Women Get Pull Requests Accepted More (Except When You Know They're Women) (peerj.com)
An anonymous reader writes: In the largest study of gender bias [in programming] to date, researchers found that women tend to have their pull requests accepted at a higher rate than men, across a variety of programming languages. This, despite the finding that their pull requests are larger and less likely to serve an immediate project need. At the same time, when the gender of the women is identifiable (as opposed to hidden), their pull requests are accepted less often than men's.
Charts that show a percentage range (ie. 60% to 80%) instead of the actual percentage (0% to 100%) to exaggerate differences between amounts on the chart.
love is just extroverted narcissism
First impression: somebody needs to learn about statistics that have more than one predictor variable.

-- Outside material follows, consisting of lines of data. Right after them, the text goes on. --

/**
 * Planner entry point: validates the request (typed EngineError on bad input), runs the
 * chosen method and reports total, room average, quality rank, proven lower bound, gap and
 * whether the plan is certified optimal.
 *
 * `auto` chooses by size: rooms above the dense limit use lazy greedy; small searches
 * (n <= 150 with at most ~2e6 k-sets, n <= 40 with k <= 6, or k = 1) use exhaustive branch
 * and bound under the time limit; rooms up to 400 people use widened greedy followed by swap polish; larger
 * dense rooms use greedy followed by swap polish. When the cover fits within k (and there is
 * no mixing) the cover plus greedy fill reaches the proven best total n - k.
 */
import { AbsorbingState } from './dense-state';
import { EngineError } from './errors';
import { finishPlan, planContext, type PlanContext } from './plan-context';
import { exhaustiveSearch, type ExhaustiveOutcome } from './plan-exhaustive';
import { extendGreedy, greedyState } from './plan-greedy';
import { MAX_FACTOR_WORK } from './grounded-factor';
import { boundedGreedyEligible, boundedGreedyPlan } from './plan-bounded-greedy';
import { lazyGreedyPlan } from './plan-lazy';
import { screenPlan } from './plan-screen';
import { sparseGreedyEligible, sparseGreedyPlan } from './plan-sparse-greedy';
import { swapPolish } from './plan-swap';
import { FILL_ORDERS, type PlanMethod, type PlanOptions, type PlanResult } from './plan-types';
import { widenedState } from './plan-widened';
import { addQuickBounds } from './plan-bounds';
import { NO_SHOW_EXACT_LIMIT, noShowExhaustive, noShowGreedy, noShowReport, noShowSwap, requireNoShowRoom } from './plan-noshow';
import { exactReach, DEFAULT_DENSE_LIMIT } from './reach';
import type { RoomInput } from './room';

/**
 * Undirected rooms of at least this many people run method greedy on the sparse factor, which
 * beats the dense greedy there on sparse rooms (4-10x at 100-300 people, measured by
 * `npm run bench`); the work estimate in plan() still sends dense rooms to the dense path.
 */
export const SPARSE_GREEDY_FROM = 100;
/**
 * Below this size, plans of at most SMALL_K_DENSE starters stay dense: the pair bound of
 * plan-bounds.ts needs the dense ergodic data, and at k = 2 or 3 it often proves the greedy
 * plan best, which the sparse path's bounds (one-hop, supermodular) cannot.
 */
const PAIR_BOUND_SIZE = 300;
const SMALL_K_DENSE = 3;

/** Whether method greedy takes the sparse factor (before the fill and work checks). */
export function sparseGreedyWanted(n: number, k: number, directed: boolean, sparseFrom: number | undefined): boolean {
  if (directed) return false;
  if (sparseFrom !== undefined) return n >= sparseFrom;
  return n >= SPARSE_GREEDY_FROM && (n >= PAIR_BOUND_SIZE || k > SMALL_K_DENSE);
}

export const PLAN_METHODS = ['greedy', 'widened', 'swap', 'exhaustive', 'auto', 'lazy-greedy', 'screen'] as const;

function finalTotal(ctx: PlanContext, starters: number[], stateTotal: number): number {
  // Re-solve small rooms from scratch so every method reports the same, freshly factored value.
  if (ctx.n <= 500) return exactReach(ctx.room, starters, { solver: 'dense' }).total;
  return stateTotal;
}

function finishState(ctx: PlanContext, method: PlanMethod, s: AbsorbingState, extra: { certified?: boolean } = {}): PlanResult {
  return finishPlan(ctx, method, [...s.starters], finalTotal(ctx, s.starters, s.total), extra);
}

/** Rooms up to this size get branch and bound after the heuristics under auto. */
const SEARCH_LIMIT = 400;

/**
 * A heuristic plan with the cheap proven bounds of docs/bounds.md added, and with
 * options.boundMs a branch and bound of that many milliseconds run only for its lower bound
 * (the plan stays the heuristic's; a certified optimum it finds is named in the notes).
 */
function quick(ctx: PlanContext, method: PlanMethod, s: AbsorbingState): PlanResult {
  addQuickBounds(ctx);
  const boundMs = ctx.options.boundMs ?? 0;
  if (boundMs > 0 && ctx.n <= SEARCH_LIMIT) {
    ctx.deadline = performance.now() + boundMs;
    const out = exhaustiveSearch(ctx, s);
    ctx.bounds.push(out.lowerBound);
    if (out.complete && out.state.total < s.total * (1 - 1e-9))
      ctx.notes.push(`A bounding search proved that the best plan of this size has total ${out.state.total.toFixed(2)}.`);
  }
  return finishState(ctx, method, s);
}

/** A plan that still needs its branch and bound: the context, the heuristic start and the result's name. */
export interface PendingSearch {
  readonly ctx: PlanContext;
  readonly start: AbsorbingState;
  readonly method: PlanMethod;
}

export function plan(input: RoomInput, options: PlanOptions): PlanResult {
  const step = planStart(input, options);
  if ('result' in step) return step.result;
  return planFinish(step, exhaustiveSearch(step.ctx, step.start));
}

/** Everything before the search: a finished plan, or the search still to run (planFinish completes it). */
export function planStart(input: RoomInput, options: PlanOptions): { result: PlanResult } | PendingSearch {
  const done = (result: PlanResult) => ({ result });
  const method = options.method ?? 'auto';
  if (!(PLAN_METHODS as readonly string[]).includes(method)) {
    throw new EngineError('INVALID_OPTION', `Unknown method "${String(method)}": use one of ${PLAN_METHODS.join(', ')}.`);
  }
  if (options.fillOrder !== undefined && !(FILL_ORDERS as readonly string[]).includes(options.fillOrder)) {
    throw new EngineError('INVALID_OPTION', `Unknown fill order "${String(options.fillOrder)}": use one of ${FILL_ORDERS.join(', ')}.`);
  }
  if (options.nu !== undefined && !(options.nu >= 0 && options.nu <= 1)) {
    throw new EngineError('INVALID_OPTION', `nu must be between 0 and 1 (got ${options.nu}).`);
  }
  if (options.boundMs !== undefined && !(options.boundMs >= 0 && Number.isFinite(options.boundMs))) {
    throw new EngineError(
      'INVALID_OPTION',
      `The bounding time must be zero or a positive number of milliseconds (got ${String(options.boundMs)}).`,
    );
  }
  if (options.timeLimitMs !== undefined && !(options.timeLimitMs > 0 && Number.isFinite(options.timeLimitMs))) {
    throw new EngineError('INVALID_OPTION', `The time limit must be a positive number of seconds.`);
  }
  const ctx = planContext(input, options);
  const limit = options.denseLimit ?? DEFAULT_DENSE_LIMIT;
  const big = ctx.n > limit;
  if (method === 'exhaustive' && big) {
    throw new EngineError(
      'EXHAUSTIVE_INFEASIBLE',
      `Exhaustive search is limited to rooms of at most ${limit} people (this room has ${ctx.n}); use greedy, auto or lazy-greedy.`,
    );
  }
  if (options.noShow !== undefined) {
    if (big || method === 'lazy-greedy')
      throw new EngineError('INVALID_OPTION', `No-show plans are computed for rooms of at most ${limit} people with dense methods.`);
    return done(noShowPlan(ctx, method, options.noShow));
  }
  if (method === 'screen') return done(screenPlan(ctx));
  if (method === 'lazy-greedy') return done({ ...lazyGreedyPlan(ctx), solverPath: 'iterative' });
  if (big) return done(largeRoom(ctx, method, limit));
  switch (method) {
    case 'greedy':
      if (sparseGreedyWanted(ctx.n, ctx.k, ctx.room.directed, options.sparseFrom) && sparseGreedyEligible(ctx)) {
        // By default the sparse path must also beat the dense greedy's work; an explicit sparseFrom forces it.
        const work = options.sparseFrom === undefined ? Math.min(MAX_FACTOR_WORK, ctx.n ** 3 / 8) : MAX_FACTOR_WORK;
        const sparse = sparseGreedyPlan(ctx, options.maxFill, work);
        if (sparse) return done(sparse);
      }
      return done(quick(ctx, 'greedy', greedyState(ctx)));
    case 'swap':
      return done(quick(ctx, 'swap', swapPolish(ctx, greedyState(ctx))));
    case 'widened':
      return done(quick(ctx, 'widened', widenedState(ctx, greedyState(ctx))));
    case 'exhaustive':
      return { ctx, start: heuristicState(ctx), method: 'exhaustive' };
    default:
      return auto(ctx);
  }
}

/** The heuristic incumbent of every search: widened greedy, then swap polish. */
/**
 * Rooms above the dense limit: the sparse exact greedy for undirected rooms whose factor fits;
 * otherwise (directed rooms, or too much fill) lazy greedy on iterative solves, which says
 * where it estimates.
 */
function largeRoom(ctx: PlanContext, method: string, limit: number): PlanResult {
  if (sparseGreedyEligible(ctx)) {
    const sparse = sparseGreedyPlan(ctx, ctx.options.maxFill);
    if (sparse) {
      if (method !== 'auto' && method !== 'greedy')
        sparse.warnings.push({
          code: 'over-dense-limit',
          text: `The room has ${ctx.n} people, above the dense limit of ${limit}: exact greedy was used instead of ${method}.`,
        });
      return sparse;
    }
    ctx.notes.push('The sparse factor of this room would be too large (fill estimate before factoring): iterative solves were used.');
    if (boundedGreedyEligible(ctx)) {
      if (method !== 'auto' && method !== 'greedy')
        ctx.warnings.push({
          code: 'over-dense-limit',
          text: `The room has ${ctx.n} people, above the dense limit of ${limit}: exact greedy was used instead of ${method}.`,
        });
      return boundedGreedyPlan(ctx);
    }
  }
  if (method !== 'auto' && method !== 'greedy')
    ctx.warnings.push({
      code: 'over-dense-limit',
      text: `The room has ${ctx.n} people, above the dense limit of ${limit}: lazy greedy was used instead of ${method}.`,
    });
  return { ...lazyGreedyPlan(ctx), solverPath: 'iterative' };
}

function heuristicState(ctx: PlanContext): AbsorbingState {
  return swapPolish(ctx, widenedState(ctx, greedyState(ctx)));
}

/**
 * Branch and bound from the heuristic plan. `method` names the result: 'exhaustive' when asked
 * for, otherwise the heuristic's own name unless the search found a strictly better set.
 */
export function planFinish(pending: PendingSearch, out: ExhaustiveOutcome): PlanResult {
  const { ctx, start, method } = pending;
  const improved = out.state.total < start.total * (1 - 1e-12);
  const name: PlanMethod = method === 'exhaustive' || improved ? 'exhaustive' : method;
  const left = `${(100 * out.searchLeft).toPrecision(2)} % of the search space`;
  if (out.resumed)
    ctx.notes.push(
      `The search continued where an earlier one of the same problem stopped (${out.resume.nodes - out.nodes} steps before, ${out.resume.runs - 1} earlier ${out.resume.runs === 2 ? 'run' : 'runs'}).`,
    );
  if (out.stopped)
    ctx.warnings.push({
      code: 'search-stopped',
      text: `The search was stopped after ${out.nodes} steps with ${left} still open: the best plan found is returned with its proven gap.`,
    });
  else if (!out.complete)
    ctx.warnings.push({
      code: 'search-time-limit',
      text: `Time limit reached after ${out.nodes} search steps with ${left} still open: the best plan found is returned with its proven gap.`,
    });
  else ctx.notes.push(`Branch and bound checked every plan of this size (${out.nodes} search steps): proven best.`);
  const total = finalTotal(ctx, out.state.starters, out.state.total);
  const result = finishPlan(ctx, name, out.state.starters, total, {
    certified: out.complete,
    lowerBound: out.lowerBound,
    stopped: out.stopped,
    nodes: out.nodes,
    searchLeft: out.searchLeft,
  });
  return { ...result, resume: out.resume };
}

function auto(ctx: PlanContext): { result: PlanResult } | PendingSearch {
  const { n, k } = ctx;
  const cover = ctx.cover();
  if (ctx.room.mixing === 0 && cover.size <= k && !cover.cover.some((p) => !ctx.allowed[p])) {
    const set = [...new Set([...ctx.mustInclude, ...cover.cover])];
    if (set.length <= k) {
      const s = extendGreedy(ctx, AbsorbingState.fromStarters(ctx.room, set), k);
      ctx.notes.push(`A vertex cover of ${cover.size} people fits within k: every other person hears in one hop.`);
      return { result: finishState(ctx, 'greedy', s) };
    }
  }
  if (n <= SEARCH_LIMIT) {
    // Widened greedy and swap polish, then branch and bound for the rest of the time budget:
    // certified, or the heuristic plan with the proven gap the search reached.
    ctx.notes.push('Widened greedy, then swap polish, then branch and bound.');
    return { ctx, start: heuristicState(ctx), method: 'swap' };
  }
  const g = greedyState(ctx);
  addQuickBounds(ctx);
  ctx.notes.push('Greedy, then swap polish.');
  return { result: finishState(ctx, 'swap', swapPolish(ctx, g)) };
}

/**
 * Plans under a no-show chance (plan-noshow.ts): greedy, then swap polish (all methods but
 * greedy), then every k-set when exhaustive is asked and affordable. Above 12 starters the
 * plan is chosen for full attendance and the expectation is sampled.
 */
function noShowPlan(ctx: PlanContext, method: string, p: number): PlanResult {
  requireNoShowRoom(ctx, p);
  let set: number[];
  let used: PlanMethod = method === 'greedy' ? 'greedy' : method === 'exhaustive' ? 'exhaustive' : 'swap';
  let certified = false;
  if (ctx.k > NO_SHOW_EXACT_LIMIT) {
    set = [...heuristicState(ctx).starters];
    used = 'swap';
    ctx.notes.push(`With more than ${NO_SHOW_EXACT_LIMIT} starters the plan is chosen for full attendance; the expected total is sampled.`);
  } else {
    set = noShowGreedy(ctx, p);
    if (method !== 'greedy') {
      const polished = noShowSwap(ctx, set, p);
      set = polished.set;
      if (method === 'exhaustive') {
        const all = noShowExhaustive(ctx, p, polished);
        if (all) {
          set = all.set;
          certified = true;
          ctx.notes.push('Every plan of this size was scored on the expected total: proven best for this no-show chance.');
        } else {
          used = 'swap';
          ctx.warnings.push({
            code: 'no-show-not-exhaustive',
            text: 'Too many plans of this size to score each on the expected total: greedy and swap polish were used.',
          });
        }
      }
    }
  }
  const report = noShowReport(ctx, set, p);
  const total = exactReach(ctx.room, set, { solver: 'dense' }).total;
  return { ...finishPlan(ctx, used, set, total), noShow: { ...report, provenBest: certified } };
}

Second impression: despite the lack of appropriate analysis, the differences in figure 5 are big enough to be reasonably clear. It looks like there is discrimination against anybody who has a gendered profile (maybe maintainers don't like pictures?). This discrimination might be slightly greater against outside women, and is fairly likely greater against inside men.
Third impression: the paper and the Slashdot summary have a strong gender bias; they mention only the small and borderline significant anti-female bias while ignoring the more significant anti-male bias and also the much larger anti-(either) gender identifiable bias.